Douglas is concerned that this pushback will continue to distract from the hard work his local agency needs to do, especially in the coming months, to safely reopen while also tamping-down local outbreaks of the virus.
"We are desperately trying to scale up contact tracing, but we're having to divert funding to hire security guards," he says.
'They're being painted as villains'
Theresa Anselmo, executive director of the Colorado Association of Local Public Health Officials, recently did an informal poll of her membership.

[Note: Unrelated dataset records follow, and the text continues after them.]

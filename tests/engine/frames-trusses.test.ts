/** Portal frames against Kleinlogel's formulas; pin-jointed trusses by the method of joints and from a textbook example. */
import { describe, it, expect } from "vitest";
import { memberDiagram, memberEndForces, nodeDisplacement, nodeReaction, type ModelInput } from "@/lib/engine";
import { analyzeOrThrow, expectClose } from "./helpers";

const E = 200e9;
// Inextensible members in Kleinlogel's formulas: A very large makes axial shortening negligible.
const A_RIGID = 1e3;

function portal(base: "pin" | "fixed", h: number, L: number, Ic: number, Ib: number, w: number): ModelInput {
  const support = base === "fixed" ? { ux: "fixed", uy: "fixed", rz: "fixed" } : { ux: "fixed", uy: "fixed" };
  return {
    nodes: [
      { id: "A", x: 0, y: 0, support },
      { id: "B", x: 0, y: h },
      { id: "C", x: L, y: h },
      { id: "D", x: L, y: 0, support },
    ],
    members: [
      { id: "col-left", start: "A", end: "B", E, A: A_RIGID, I: Ic },
      { id: "beam", start: "B", end: "C", E, A: A_RIGID, I: Ib },
      { id: "col-right", start: "D", end: "C", E, A: A_RIGID, I: Ic },
    ],
    loadCases: [{ id: "G", loads: [{ kind: "distributed", member: "beam", direction: "global-y", wStart: -w }] }],
  } as ModelInput;
}

describe("portal frame, uniform load on the beam", () => {
  const h = 4;
  const L = 8;
  const Ic = 1.2e-4;
  const Ib = 3.1e-4;
  const w = 20e3;
  const k = (Ib * h) / (Ic * L);

  it("pinned bases", () => {
    const r = analyzeOrThrow(portal("pin", h, L, Ic, Ib, w));
    // Kleinlogel, Rigid Frame Formulas (English ed. 1952, from memory): H = wL²/(4h(2k+3)),
    // knee moment = −wL²/(4(2k+3)), k = I_beam·h/(I_col·L)
    const H = (w * L * L) / (4 * h * (2 * k + 3));
    expectClose(nodeReaction(r, "A", "G").fx, H, 1e-6);
    expectClose(nodeReaction(r, "D", "G").fx, -H, 1e-6);
    expectClose(memberDiagram(r, "beam", "G").valueAt(0).M, (-w * L * L) / (4 * (2 * k + 3)), 1e-6);
    expectClose(nodeReaction(r, "A", "G").fy, (w * L) / 2, 1e-9);
  });

  it("fixed bases", () => {
    const r = analyzeOrThrow(portal("fixed", h, L, Ic, Ib, w));
    const beam = memberDiagram(r, "beam", "G");
    // Kleinlogel, Rigid Frame Formulas (English ed. 1952, from memory): M_base = wL²/(12(k+2)),
    // M_knee = −wL²/(6(k+2)). Positive = tension on the inside face: the column's −y local side.
    expectClose(memberDiagram(r, "col-left", "G").valueAt(0).M, (w * L * L) / (12 * (k + 2)), 1e-6);
    expectClose(beam.valueAt(0).M, (-w * L * L) / (6 * (k + 2)), 1e-6);
    expectClose(beam.valueAt(L).M, (-w * L * L) / (6 * (k + 2)), 1e-6);
    // Midspan by statics: wL²/8 + M_knee.
    expectClose(beam.valueAt(L / 2).M, (w * L * L) / 8 - (w * L * L) / (6 * (k + 2)), 1e-6);
  });
});

describe("pin-jointed truss", () => {
  // Source: common practice (method of joints). Nodes A(0,0) pin, B(4,0), C(8,0) roller, D(4,3); members AB, BC,
  // AD, DC, BD; P down at B and H to the right at D. Moments about A: R_C·8 = 4P + 3H.
  //   R_C = P/2 + 3H/8, R_Ay = P/2 − 3H/8, R_Ax = −H.
  //   Joint A (AD at 3-4-5 slope): F_AD·3/5 + R_Ay = 0 → F_AD = −5P/6 + 5H/8; F_AB = −(4/5)F_AD − R_Ax = 2P/3 + H/2.
  //   Joint C: F_CD·3/5 + R_C = 0 → F_CD = −5P/6 − 5H/8; F_BC = −(4/5)F_CD = 2P/3 + H/2.
  //   Joint B: F_BD = P. (Tension positive.)
  const P = 120e3;
  const H = 40e3;
  const truss: ModelInput = {
    nodes: [
      { id: "A", x: 0, y: 0, support: { ux: "fixed", uy: "fixed" } },
      { id: "B", x: 4, y: 0 },
      { id: "C", x: 8, y: 0, support: { uy: "fixed" } },
      { id: "D", x: 4, y: 3 },
    ],
    members: [
      ["AB", "A", "B"],
      ["BC", "B", "C"],
      ["AD", "A", "D"],
      ["DC", "D", "C"],
      ["BD", "B", "D"],
    ].map(([id, start, end]) => ({ id, start, end, kind: "truss" as const, E, A: 2e-3 })),
    loadCases: [
      {
        id: "P",
        loads: [
          { kind: "nodal", node: "B", fy: -P },
          { kind: "nodal", node: "D", fx: H },
        ],
      },
    ],
  };

  it("member forces and reactions", () => {
    const r = analyzeOrThrow(truss);
    const N = (m: string) => -memberEndForces(r, m, "P").start.fx;
    expectClose(N("AB"), (2 * P) / 3 + H / 2);
    expectClose(N("BC"), (2 * P) / 3 + H / 2);
    expectClose(N("AD"), (-5 * P) / 6 + (5 * H) / 8);
    expectClose(N("DC"), (-5 * P) / 6 - (5 * H) / 8);
    expectClose(N("BD"), P);
    expectClose(nodeReaction(r, "C", "P").fy, P / 2 + (3 * H) / 8);
    expectClose(nodeReaction(r, "A", "P").fy, P / 2 - (3 * H) / 8);
    expectClose(nodeReaction(r, "A", "P").fx, -H);
    // Truss members carry no moment; node rotations nothing resists are removed, not reported unstable.
    expect(Math.abs(memberDiagram(r, "AD", "P").extremes.M!.max.value)).toBeLessThan(1e-9 * P);
    expect(r.stats.equations).toBe(5);
  });
});

describe("three-bar plane truss, textbook example", () => {
  // Source: D. L. Logan, A First Course in the Finite Element Method, 4th ed. (2007), Example 3.5 (from memory).
  // Three bars meet at node 1 and run to pinned supports: bar 1 vertical (L = 120 in), bar 2 diagonal at 45°
  // (L = 120√2 in), bar 3 horizontal (L = 120 in); E = 30×10⁶ psi, A = 2 in² for all; 10 000 lb down at node 1.
  // Book answers (rounded, stresses from its rounded displacements): u1 = 0.414×10⁻² in, v1 = −1.59×10⁻² in;
  // σ1 = 3965 psi, σ2 = 1471 psi, σ3 = −1035 psi. The engine is checked against the exact solution of this model,
  // solved below by hand (two unknowns), not against the rounded figures. Modelled in SI: the engine works in N, m, Pa.
  const IN = 0.0254;
  const LBF = 4.4482216152605;
  const PSI = LBF / IN ** 2;
  const [EPSI, AIN2, PLB] = [30e6, 2, 10_000];
  const truss: ModelInput = {
    nodes: [
      { id: "1", x: 0, y: 0 },
      { id: "2", x: 0, y: 120 * IN, support: { ux: "fixed", uy: "fixed" } },
      { id: "3", x: 120 * IN, y: 120 * IN, support: { ux: "fixed", uy: "fixed" } },
      { id: "4", x: 120 * IN, y: 0, support: { ux: "fixed", uy: "fixed" } },
    ],
    members: [
      ["b1", "2", "1"],
      ["b2", "3", "1"],
      ["b3", "4", "1"],
    ].map(([id, start, end]) => ({ id, start, end, kind: "truss" as const, E: EPSI * PSI, A: AIN2 * IN ** 2 })),
    loadCases: [{ id: "P", loads: [{ kind: "nodal", node: "1", fy: -PLB * LBF }] }],
  };

  /**
   * Exact solution in inches and psi: K = Σ (EA/L)·n·nᵀ over the bars (n = unit vector from node 1 to the bar's
   * support), K·[u, v] = [0, −P] by Cramer's rule; a bar's elongation is −n·[u, v], its stress E·elongation/L.
   */
  function exactSolution() {
    const bars = { b1: [0, 120], b2: [120, 120], b3: [120, 0] } as const;
    let [k11, k12, k22] = [0, 0, 0];
    for (const [dx, dy] of Object.values(bars)) {
      const L = Math.hypot(dx, dy);
      const k = (EPSI * AIN2) / L;
      k11 += (k * dx * dx) / (L * L);
      k12 += (k * dx * dy) / (L * L);
      k22 += (k * dy * dy) / (L * L);
    }
    const det = k11 * k22 - k12 * k12;
    const [Fx, Fy] = [0, -PLB];
    const u = (k22 * Fx - k12 * Fy) / det;
    const v = (k11 * Fy - k12 * Fx) / det;
    const stress = (id: keyof typeof bars) => {
      const [dx, dy] = bars[id];
      const L = Math.hypot(dx, dy);
      return (EPSI * -((dx * u + dy * v) / L)) / L;
    };
    return { u, v, stress };
  }

  it("displacement of the loaded node and the bar stresses equal the exact solution of the model", () => {
    const exact = exactSolution();
    // The hand solution is the book's, to the figures the book prints.
    expectClose(exact.u, 0.414e-2, 0.5e-3 / 0.414);
    expectClose(exact.v, -1.59e-2, 0.5e-2 / 1.59);
    const r = analyzeOrThrow(truss);
    const d = nodeDisplacement(r, "1", "P");
    expectClose(d.ux / IN, exact.u);
    expectClose(d.uy / IN, exact.v);
    const stressPsi = (m: string) => -memberEndForces(r, m, "P").start.fx / (AIN2 * IN ** 2) / PSI;
    for (const id of ["b1", "b2", "b3"] as const) expectClose(stressPsi(id), exact.stress(id));
    // Unrounded, the model gives σ1 = 3964.5, σ2 = 1464.5, σ3 = −1035.5 psi: equilibrium at node 1 checks the hand solution.
    expectClose((exact.stress("b1") + exact.stress("b2") / Math.SQRT2) * AIN2, PLB);
    expectClose((exact.stress("b3") + exact.stress("b2") / Math.SQRT2) * AIN2, 0, 1e-9, PLB);
  });
});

She found close to 70 percent of them had received some kind of threat, either of violence or property damage. A similar number reported they are also encountering political threats, including the possibility of losing their job.
She says several local health directors in Colorado have already resigned.
"They're making these decisions based on science and data and evidence and information," says Anselmo. "And they're being painted as villains."
Adding to the challenge, she says, is that some local law enforcement agencies began refusing to enforce the public health orders.
"So they [public health directors] have no cover, and [there's] no teeth to the public health orders," she says. "People don't trust the experts in these fields ... they are being told not to trust them."
"We're grappling with how to make sure the public understands why this is important work and that it's not meant to hinder your privacy or otherwise infringe on your civil liberties," says Lori Freeman, CEO of the National Association of County and City Health Officials.
Freeman says her organization has heard too many other reports in multiple states of public health authorities being questioned and undermined.
As contact tracing "rapidly scales up," she worries that hostility and distrust could set back efforts to keep people safe from the coronavirus.
"We need to make sure people really understand why we're trying to help them and not harm them," she says. "Otherwise, you're going to have a real hard time keeping outbreaks from happening in those communities."
This story is part of NPR's reporting collaboration with Kaiser Health News.